Over the next few weeks, I began weaning my kids off medication. It all started with a 4:30 a.m. wakeup, including an hour on the treadmill. Although that helped, the boys were missing outdoor play, and I knew that was the missing element to finally defeating Adderall.
But Los Angeles was at the height of Covid, and with curfew in full effect, traditional sports were obsolete. And no, my kids were not going to play basketball over Zoom. Not in my kitchen.
Then on December 2, 2020, I heard a bump from upstairs and came in to find my kids playing.
One was riding the other’s back, pretending to be on a horse. That’s when I had an idea—and here’s where the bling-bling comes in. I decided to put my two African American boys in one of the most predominately white sports in history: English riding. It’s estimated that less than 3 percent of equestrian riders competing in the U.S. are Black—let alone a set of brothers.
New Narrative
And so it happened that we traded the peach pill for a 1,200-pound animal that ultimately became the best form of therapy they’ve ever had.
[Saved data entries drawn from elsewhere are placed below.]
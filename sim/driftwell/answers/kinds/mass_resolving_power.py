"""Mass resolving power m / dm of a peak of arrival times, or of a line in a spectrum.

    of a peak in time            t / (2 dt),  since t goes with sqrt(m)                       (1)
    of a line, f ~ 1/m           f / df       (cyclotron motion)                              (2)
    of a line, f ~ 1/sqrt(m)     f / (2 df)   (harmonic motion in an electric well)           (3)

dt is the full width at half maximum of the times at which charges first pass a detector, t their
mean after `since`, the start of the flight. The error joins the jackknife of the width with that
of the mean.

df is the full width at half maximum of the line in the magnitude of the spectrum, no window laid
over the trace: for a lasting sine traced for a time T it is 1.2067/T, and less where the motion
lasts longer, not where samples lie closer. It tells which masses would show as two lines, not how
well one mass is known: for that see `frequency`, whose error is far smaller. One trace has one
width, so it has no sampling error.

References
----------
W. C. Wiley, I. H. McLaren, Rev. Sci. Instrum. 26 (1955) 1150 (eq. 1).
A. G. Marshall, C. L. Hendrickson, G. S. Jackson, Mass Spectrom. Rev. 17 (1998) 1 (eq. 2).
A. Makarov, Anal. Chem. 72 (2000) 1156 (eq. 3). From memory.
"""

from __future__ import annotations

import math
from typing import ClassVar, Literal, Self

import numpy as np
from numpy.typing import NDArray

from driftwell.answers.answer import Answer
from driftwell.answers.evidence import Evidence
from driftwell.answers.kinds.arrival_time import LEAST
from driftwell.answers.kinds.frequency import TracedQuestion
from driftwell.answers.kinds.passage_question import PassageQuestion
from driftwell.answers.passages import passages_in_words
from driftwell.answers.peak_width import full_width
from driftwell.answers.sampling import mean_error
from driftwell.answers.sinusoid import chosen_line
from driftwell.answers.tracing import whose
from driftwell.errors import AnswerError
from driftwell.forms import Frequency as FrequencyQuantity
from driftwell.forms import NonNegative, Positive, Time, checked, key, refuse
from driftwell.forms.spelling import spelled

Floats = NDArray[np.float64]

_POINTS = 400
"""Places a bin apart or less on either side of a line where its magnitude is worked out."""
_REACH = 40.0
"""Bins on either side within which its half maximum must lie."""
_CLOSER = 30
"""Halvings of a stretch that brackets a half maximum."""


class MassResolvingPower(PassageQuestion):
    """Mass resolving power of a peak of arrival times."""

    unit: ClassVar[str] = "1"
    ask: Literal["mass-resolving-power"] = key("m/dm of a peak of arrival times at a detector")
    since: NonNegative[Time] = key("when the flight began", default=0.0, example="1 us")

    @checked
    def _flight_first(self) -> Self:
        if self.over is not None and self.over[1] <= self.since:
            raise refuse("`over` must end later than the flight begins, at `since`")
        return self

    def answer(self, evidence: Evidence) -> Answer:
        passed = self.first_passages(evidence, LEAST["fwhm"])
        flight = float(passed.time.mean()) - self.since
        if flight <= 0.0:
            raise AnswerError("the charges passed before the flight began, at `since`")
        width, error = full_width(passed.time)
        if width <= 0.0:
            raise AnswerError("the peak has no width")
        value = flight / (2.0 * width)
        note = (
            f"t / (2 dt) with t = {spelled(flight, 's', 5)} and dt = {spelled(width, 's', 3)}, "
            "full width at half maximum; "
            f"{passages_in_words(passed, self.clouds(evidence), self.over)}"
        )
        if error is not None:
            error = value * math.hypot(error / width, (mean_error(passed.time) or 0.0) / flight)
        return self.answered(value, error, note)

    def words(self) -> str:
        since = f", flight from {spelled(self.since, 's')} on" if self.since else ""
        return (
            f'mass resolving power of the arrival times of {self.whose()} at detector "{self.of}"'
            f"{self.when()}{since}"
        )


class LineResolvingPower(TracedQuestion):
    """Mass resolving power of a line in the spectrum of a traced motion."""

    unit: ClassVar[str] = "1"
    ask: Literal["line-resolving-power"] = key("m/dm of a line in the spectrum of a motion")
    near: Positive[FrequencyQuantity] | None = key(
        "look for the strongest line within a tenth of this; left out: the strongest of all",
        default=None,
        example="80 kHz",
    )
    motion: Literal["harmonic", "cyclotron"] = key(
        "harmonic: f goes with 1/sqrt(m), f/(2 df); cyclotron: f goes with 1/m, f/df",
        default="harmonic",
    )

    def answer(self, evidence: Evidence) -> Answer:
        traced, lines = self.lines(evidence)
        line = chosen_line(lines, self.near, traced.length)
        width = line_width(traced.time, traced.value, line.frequency)
        times = 2.0 if self.motion == "harmonic" else 1.0
        formula = "f / (2 df)" if times == 2.0 else "f / df"
        note = (
            f"{formula} with f = {spelled(line.frequency, 'Hz', 6)} and df = "
            f"{spelled(width, 'Hz', 3)}, full width at half maximum; {traced.words()}; one trace "
            "has one width: no sampling error is known"
        )
        return self.answered(line.frequency / (times * width), None, note)

    def words(self) -> str:
        near = "" if self.near is None else f" near {spelled(self.near, 'Hz')}"
        return (
            f"mass resolving power of the line of {whose(self.request())} along {self.axis}{near}, "
            f"{self.motion} motion"
        )


def line_width(time: Floats, value: Floats, frequency: float) -> float:
    """Full width at half maximum of a line in the magnitude of the spectrum, Hz.

    Raises AnswerError where the magnitude does not fall to half of it on either side.
    """
    moved = value - value.mean()
    begin = time - time[0]
    bin_width = 1.0 / (float(begin[-1]) * time.size / (time.size - 1))

    def magnitude(place: float) -> float:
        angle = 2.0 * math.pi * (frequency + place * bin_width) * begin
        return math.hypot(float(np.cos(angle) @ moved), float(np.sin(angle) @ moved))

    top = magnitude(0.0)
    total = 0.0
    for side in (-1.0, 1.0):
        inside, outside = 0.0, _REACH / _POINTS
        while magnitude(side * outside) > 0.5 * top:
            inside, outside = outside, outside + _REACH / _POINTS
            if outside > _REACH:
                raise AnswerError(
                    "the line does not fall to half of its height within "
                    f"{spelled(_REACH * bin_width, 'Hz', 3)}: too weak or too broad"
                )
        for _ in range(_CLOSER):
            middle = 0.5 * (inside + outside)
            if magnitude(side * middle) > 0.5 * top:
                inside = middle
            else:
                outside = middle
        total += 0.5 * (inside + outside)
    return total * bin_width
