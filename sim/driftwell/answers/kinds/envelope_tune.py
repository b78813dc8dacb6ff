"""Tune from the second moments of a cloud: how fast its phase-space ellipse turns.

    phase rate = sqrt(<x^2><x'^2> - <x x'>^2) / <x^2> = e / <x^2>                             (1)
    tune       = phase rate times the period / (2 pi)                                          (2)

x' is the slope where the period is a length along the beam, the velocity where it is a time; all
means are about the cloud's own. Eq. 1 is the local rate 1/beta of the phase advance of the beam
with the same rms sizes and emittance in linear fields, its own charge's included: averaged over
whole periods (`over`) it gives the phase advance of the matched beam depressed by its charge. It
is exact for a uniform beam of Kapchinskij and Vladimirskij; for others it is a mean that no single
charge need have. Where sizes swing fast (the quiver in an alternating field) records must lie close
enough to see it.

References
----------
M. Reiser, Theory and Design of Charged Particle Beams (1994), sec. 4.4 and 5.3.4; F. J. Sacherer,
IEEE Trans. Nucl. Sci. NS-18 (1971) 1105 (equivalent beams). From memory.
"""

from __future__ import annotations

import math
from typing import ClassVar, Literal, Self

import numpy as np
from numpy.typing import NDArray

from driftwell.answers.charges import Charges
from driftwell.answers.evidence import CloudFacts, Moments
from driftwell.answers.form import AXES, Axis
from driftwell.answers.kinds.emittance import phase_area
from driftwell.answers.kinds.moment_question import MomentQuestion
from driftwell.answers.kinds.tune import one_period, period_in_words
from driftwell.constants import SPEED_OF_LIGHT
from driftwell.errors import AnswerError
from driftwell.forms import Length, Positive, Time, checked, key

Floats = NDArray[np.float64]


class EnvelopeTune(MomentQuestion):
    """Turns of the rms ellipse of a cloud in a period of the focusing."""

    unit: ClassVar[str] = "1"
    ask: Literal["envelope-tune"] = key(
        "oscillations in a period of the focusing, from sizes and emittance"
    )
    axis: Axis = key("axis of the oscillation")
    period: Positive[Time] | None = key(
        "the period, in time; give this or `length`", default=None, example="1 us"
    )
    length: Positive[Length] | None = key(
        "the period, as a length along the beam", default=None, example="0.4 m"
    )
    beam_axis: Axis = key("axis the beam runs along, for `length`", default="z")

    @checked
    def _one_period(self) -> Self:
        one_period(self.period, self.length, self.axis != self.beam_axis)
        return self

    def least_charges(self) -> int:
        return 3

    def of_charges(self, charges: Charges) -> float:
        place = charges.position[AXES.index(self.axis)]
        moving = charges.velocity[AXES.index(self.axis)]
        rate = phase_area(place, moving) / _not_zero(float(np.var(place)))
        return float(rate * self._turns(charges.velocity.mean(axis=1)))

    def of_moments(self, moments: Moments, cloud: CloudFacts) -> Floats:
        i, j = AXES.index(self.axis), 3 + AXES.index(self.axis)
        square = moments.covariance[:, i, i]
        _not_zero(float(square.min()))
        mixed = moments.covariance[:, i, j]
        rest = np.maximum(moments.covariance[:, j, j] - mixed**2 / square, 0.0)
        turns = np.array([self._turns(mean) for mean in moments.centre[:, 3:]])
        return np.asarray(np.sqrt(rest / square) * turns)

    def _turns(self, mean: Floats) -> float:
        """What takes a rate of proper velocity over size to turns, from the mean velocity (3,)."""
        if self.period is not None:
            gamma = math.sqrt(1.0 + float(mean @ mean) / SPEED_OF_LIGHT**2)
            return self.period / (2.0 * math.pi * gamma)
        along = abs(float(mean[AXES.index(self.beam_axis)]))
        if along == 0.0:
            raise AnswerError(f"the cloud does not move along {self.beam_axis}")
        return (self.length or 0.0) / (2.0 * math.pi * along)

    def words(self) -> str:
        return (
            f'tune of cloud "{self.of}" along {self.axis} from its sizes and emittance, in a '
            f"period of {period_in_words(self.period, self.length, self.beam_axis)}, {self.when()}"
        )


def _not_zero(square: float) -> float:
    if square <= 0.0:
        raise AnswerError("the cloud has no size")
    return square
My children have an unexplained connection to these horses, and I may not fully understand it, but I’m along for the ride (and so is my wallet).
These gentle giants unlocked a piece of my children’s brains that not even Adderall could get to. They may not know this, but what they’ve stumbled onto has them writing their own narrative. Instead of seeing society’s representation of themselves, they’re able to create their own.
Needless to say, it’s opened doors and turned heads within the community. But most of all, it’s built their confidence and removed some of the “traditional” labels. The boys have gone from being followers to leaders. But don’t get it twisted: The ADHD didn’t just magically disappear. But it’s gotten better, and it’s giving me faith that we’re on the right track.
One Last Reminder
Today, my sons are finishing their second year of riding. And as I watch one of them careen over his last jump, I hear the crowd give a round of applause as he completes his course. Just as my 10-year-old leaves the ring, the 12-year-old enters it. They acknowledge each other with a nod. Even though they’re competitors, they’re still brothers and each other’s biggest cheerleaders.
With each gallop sounding like thunder against the dirt, I hold my breath. Once again, I watch the horse make its first vault over a 3-foot jump. I ask myself, have they stumbled into a potential career? Time will tell, but the opportunities seem endless.
With the cloud of Covid lifting, my prayer as a mother is that they continue on this path of success. And although a part of me wants to move on and completely forget my sons were plagued with ADHD, it lingers around the corner, peeking its head up from time to time.
My boys have been off Adderall for nearly three years now, but I can’t seem to toss their final bottle of meds. Maybe I keep it close at hand as a reminder of what was. Or maybe it’s a reminder of something that never has to be again.